Functional programming is a fine idea that has been around for a long
time.  Church's lambda calculus predates electronic digital computers,
and LISP dates back to circa 1960.  It is attractive because it
theoretically lends itself better to more formal proofs of correctness
(my own gut tells me that for complex systems, the "bugs" will simply
become bugs in the specifications).

What's not obvious to me is how to get there from here.  Let me use an
analogy inspired by this year's Bhaskar family vacation.  From the South
Rim of the Grand Canyon, the North Rim is a dozen miles away and easily
visible on a clear day.  But the road is a 200 mile roundabout drive
that takes the best part of a day.  The most direct route, 5,0000 feet
down, and 5,000 feet up, is more arduous than the indirect route.
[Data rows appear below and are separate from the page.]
import { indexFacts, eventDate, type FactIndex } from '@/lib/domain/clocks/fact-index'
import { termsOf, type Fact } from '@/lib/domain/clocks/facts'
import {
  evaluate,
  resolveStart,
  rulesFor,
  type Graph,
  type Node,
  type Resolved,
} from '@/lib/domain/clocks/graph'
import { runClock } from '@/lib/domain/clocks/clock-run'
import { closeNode, obligationItems } from '@/lib/domain/clocks/closing'
import { loopOf, stepOf, type ProcedureBody, type Step } from '@/lib/domain/clocks/procedure'
import { receivedByUtility } from '@/lib/domain/clocks/receipt'
import { sayDate } from '@/lib/domain/clocks/say'
import type { Parties, Schedule, ScheduledItem } from '@/lib/domain/clocks/schedule-types'
import { closingInstant } from '@/lib/domain/clocks/zoned'

/**
 * Every dated obligation that follows from a procedure, the calendars of those on the
 * application, and the facts. Pure: no clock, no storage; the same facts give the same answer.
 *
 * It never throws on facts: what fits no step as things stand comes back under `stranded`.
 *
 * @throws RangeError when the procedure itself is not sound (a cycle outside declared loops, a
 * reference to a step it does not have).
 */
export function schedule(body: ProcedureBody, parties: Parties, facts: readonly Fact[]): Schedule {
  const index = indexFacts(body, facts)
  const terms = termsOf(facts)
  const nodes = new Map<string, Node>()
  const running = new Set<string>()
  const graph: Graph = {
    body,
    index,
    parties,
    terms,
    node(step, instance) {
      const key = `${step}#${instance}`
      const known = nodes.get(key)
      if (known) return known
      if (running.has(key))
        throw new RangeError(`The procedure ${body.key} runs in a circle at "${step}".`)
      running.add(key)
      const made = makeNode(graph, stepOf(body, step), instance)
      running.delete(key)
      nodes.set(key, made)
      return made
    },
    instances: (step) => roundsOf(graph, step),
  }
  const order = roundsInOrder(graph)
  const settled = order.map(({ step, instance }, position) => {
    const node = overtaken(graph, graph.node(step.key, instance), step)
    return { step, node: withdrawnNode(index, { ...node, position }) }
  })
  const items = settled.flatMap(({ step, node }) => [
    itemOf(node),
    ...obligationItems(graph, step, node),
  ])
  strandBeyond(graph)
  strandUnneeded(items, index)
  return { items, terms, stranded: index.stranded, ...standingOf(body, index, items) }
}

/** A further round exists once the loop's last step closed, as needed, with its outcome. */
function roundsOf(graph: Graph, step: string): number {
  const loop = loopOf(graph.body, step)
  if (!loop) return 1
  for (let n = 1; ; n += 1) {
    if (n >= (loop.max ?? 99) || !graph.index.happened(loop.again.step, n)) return n
    const node = graph.node(loop.again.step, n)
    if (node.status !== 'done' || node.outcome !== loop.again.outcome) return n
  }
}

function strandBeyond(graph: Graph): void {
  const { body, index } = graph
  for (const fact of index.facts) {
    if (!fact.step || !body.steps.some((step) => step.key === fact.step)) continue
    if (fact.instance <= graph.instances(fact.step)) continue
    index.stranded.push({
      factId: fact.id,
      reason: `As the facts stand, there is no round ${fact.instance} of this step.`,
    })
  }
}

/** Each round of each step in the order it is drawn; a loop's rounds follow one another. */
function roundsInOrder(graph: Graph): { step: Step; instance: number }[] {
  const { body, index } = graph
  const rounds: { step: Step; instance: number }[] = []
  const done = new Set<string>()
  for (const step of body.steps) {
    const loop = loopOf(body, step.key)
    if (step.kind === 'anytime' && !index.happened(step.key, 1)) continue
    if (!loop) rounds.push({ step, instance: 1 })
    if (!loop || done.has(loop.key)) continue
    done.add(loop.key)
    for (let instance = 1; instance <= graph.instances(step.key); instance += 1)
      for (const key of loop.scope) rounds.push({ step: stepOf(body, key), instance })
  }
  return rounds
}

function blankNode(graph: Graph, step: Step, instance: number): Node {
  const rules = rulesFor(graph.parties, step)
  return {
    step: step.key,
    instance,
    obligation: '',
    title: step.title,
    short: step.short ?? null,
    stage: step.stage,
    party: step.party,
    kind: step.kind,
    onLine: false,
    ownerRole: step.owner ?? null,
    consequence: step.onMiss,
    status: 'waiting',
    provisional: false,
    outcome: null,
    startOn: null,
    dueOn: null,
    dueAt: null,
    zone: rules.zone,
    statedDueOn: null,
    startBy: null,
    doneOn: null,
    doneLate: null,
    hourRecorded: null,
    moneyTargetMinor: null,
    moneyHeldMinor: null,
    source: step.source,
    derivation: [],
    position: 0,
    presumed: false,
  }
}

function makeNode(graph: Graph, step: Step, instance: number): Node {
  const node = blankNode(graph, step, instance)
  const needs = step.needs ? evaluate(graph, step.needs, step, instance) : null
  if (needs?.value === false)
    return { ...node, status: 'not_needed', provisional: needs.provisional }
  const start: Resolved = step.start
    ? resolveStart(graph, step.start, step, instance)
    : { state: 'open' }
  const begun = !step.start || start.state === 'met'
  if (start.state === 'never' && !hasEvent(graph.index, step, instance))
    return { ...node, status: 'not_needed' }
  node.onLine = needs?.value !== null || step.expected === true
  node.provisional = needs?.provisional ?? false
  if (needs?.value !== null && begun) openNode(graph, step, node, start)
  takeOver(graph, step, node)
  dueInstant(graph, step, node)
  closeNode(graph, step, node)
  presume(node)
  node.derivation.push(sourceLine(step))
  return node
}

function hasEvent(index: FactIndex, step: Step, instance: number): boolean {
  return Boolean(index.happened(step.key, instance) ?? index.takenOver(step.key, instance))
}

function openNode(graph: Graph, step: Step, node: Node, start: Resolved): void {
  const met = start.state === 'met' ? start : null
  node.status = 'open'
  node.startOn = met?.on ?? null
  node.derivation.push(...(met?.lines ?? []))
  const clock = runClock(graph, step, node.instance, met)
  node.dueOn = clock.dueOn
  node.provisional ||= Boolean(met?.provisional) || clock.provisional
  node.consequence = clock.onMiss ?? node.consequence
  node.derivation.push(...clock.lines)
  const holding = graph.index.stops.find(
    (stop) =>
      stop.toOn === null &&
      stop.why !== 'withdrawn' &&
      (stop.scope === null || stop.scope.includes(step.key)),
  )
  if (holding) {
    node.status = 'stopped'
    node.derivation.push({
      kind: 'stop',
      on: holding.fromOn,
      text: `Clock stopped since ${sayDate(holding.fromOn)}: ${holding.why}.`,
    })
  }
  const stated = graph.index.stated(step.key, node.instance)
  node.statedDueOn = stated?.dueOn ?? null
  if (node.statedDueOn)
    node.derivation.push({
      kind: 'stated',
      on: node.statedDueOn,
      text: `The utility states ${sayDate(node.statedDueOn)}.`,
    })
}

/** The running step of a request taken over carries its own since and due dates. */
function takeOver(graph: Graph, step: Step, node: Node): void {
  const fact = graph.index.takenOver(step.key, node.instance)
  if (!fact?.body.sinceOn) return
  node.status = 'open'
  node.onLine = true
  node.startOn = fact.body.sinceOn
  node.dueOn = fact.dueOn ?? node.dueOn
  node.derivation.push({
    kind: 'start',
    on: fact.body.sinceOn,
    text: `Taken over as running since ${sayDate(fact.body.sinceOn)}${fact.dueOn ? `, due ${sayDate(fact.dueOn)} as entered` : ''}.`,
  })
}

function dueInstant(graph: Graph, step: Step, node: Node): void {
  const rules = rulesFor(graph.parties, step)
  const workOn = workingDue(node)
  if (!workOn) return
  const closesAt = receivedByUtility(step) ? rules.closesAt : null
  node.dueAt = closingInstant(workOn, closesAt, rules.zone)
  if (closesAt)
    node.derivation.push({
      kind: 'hour',
      on: workOn,
      text: `Closes ${closesAt}, ${rules.zone.replace('_', ' ')}, the hour of ${rules.name}.`,
    })
  if (node.provisional)
    node.derivation.push({
      kind: 'provisional',
      text: 'Provisional: counted from a booked or presumed date.',
    })
}

/** People work to the earlier of our count and the date the utility states. */
export function workingDue(item: {
  dueOn: string | null
  statedDueOn: string | null
}): string | null {
  if (!item.dueOn || !item.statedDueOn) return item.dueOn ?? item.statedDueOn
  return item.dueOn < item.statedDueOn ? item.dueOn : item.statedDueOn
}

function presume(node: Node): void {
  if (node.status !== 'open' || node.consequence.effect !== 'presumed' || !node.dueOn) return
  node.presumed = true
  node.outcome = node.consequence.outcome ?? null
  node.derivation.push({
    kind: 'presumed',
    on: node.dueOn,
    text: `Presumed after ${sayDate(node.dueOn)} until a person confirms it.`,
  })
}

function sourceLine(step: Step) {
  const marks = {
    read: 'read',
    adapted: 'read in an adapted text',
    from_memory: 'from memory, to be verified',
  }
  const { document, section, basis } = step.source
  return { kind: 'source' as const, text: `${document}, section ${section} (${marks[basis]}).` }
}

function overtaken(graph: Graph, node: Node, step: Step): Node {
  if (!step.overtakenBy || (node.status !== 'open' && node.status !== 'waiting')) return node
  const by = step.overtakenBy
    .map((key) => graph.node(key, graph.instances(key)))
    .find((later) => later.status === 'done')
  if (!by) return node
  return {
    ...node,
    status: 'closed',
    derivation: [...node.derivation, { kind: 'note', text: `Overtaken by: ${by.title}.` }],
  }
}

function withdrawnNode(index: FactIndex, node: Node): Node {
  const fact = index.withdrawn
  if (!fact || (node.status !== 'open' && node.status !== 'waiting' && node.status !== 'stopped'))
    return node
  const on = eventDate(fact)
  const text = `The request was withdrawn${on ? ` ${sayDate(on)}` : ''}.`
  return {
    ...node,
    status: 'closed',
    onLine: false,
    derivation: [...node.derivation, { kind: 'note', text }],
  }
}

function itemOf(node: Node): ScheduledItem {
  const { presumed: _presumed, ...item } = node
  return item
}

function strandUnneeded(items: readonly ScheduledItem[], index: FactIndex): void {
  const unneeded = new Set(
    items
      .filter((item) => item.status === 'not_needed')
      .map((item) => `${item.step}#${item.instance}`),
  )
  for (const fact of index.facts)
    if (fact.kind === 'happened' && fact.step && unneeded.has(`${fact.step}#${fact.instance}`))
      index.stranded.push({
        factId: fact.id,
        reason: 'As the facts stand, this step is not needed.',
      })
}

function standingOf(
  body: ProcedureBody,
  index: FactIndex,
  items: readonly ScheduledItem[],
): Pick<Schedule, 'standing' | 'stage'> {
  const steps = items.filter((item) => item.obligation === '')
  const doneStep = (key?: string) =>
    steps.some((item) => item.step === key && item.status === 'done')
  const current =
    steps.find((item) => item.onLine && item.status === 'open' && item.party !== 'other') ??
    steps.findLast((item) => item.status === 'done') ??
    steps[0]
  const stage = current?.stage ?? ''
  if (index.withdrawn) return { standing: 'withdrawn', stage }
  if (doneStep(body.operationStep)) return { standing: 'in_operation', stage }
  return { standing: doneStep(body.filedStep) ? 'filed' : 'preparing', stage }
}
Bringing functional programming to VistA today by linking Haskell to
GT.M may be like the direct route from one rim to the other.  A few
rugged individuals in good shape may undertake it and succeed, but they
will lose any part of the VistA community that attempts to follow.  A
more circuitous route, for example, via object oriented programming and
linking to Perl (or Python or PHP) may be a more achievable first step
in the journey.

-- Bhaskar

On Sat, 2005-12-03 at 21:37 -0600, Kevin Toppenberg wrote:
> Thanks for the link.  I just went through it.  It only took me a few 
> hours to digest it.
> 
> I still don't think I could write a full appliation in it so far.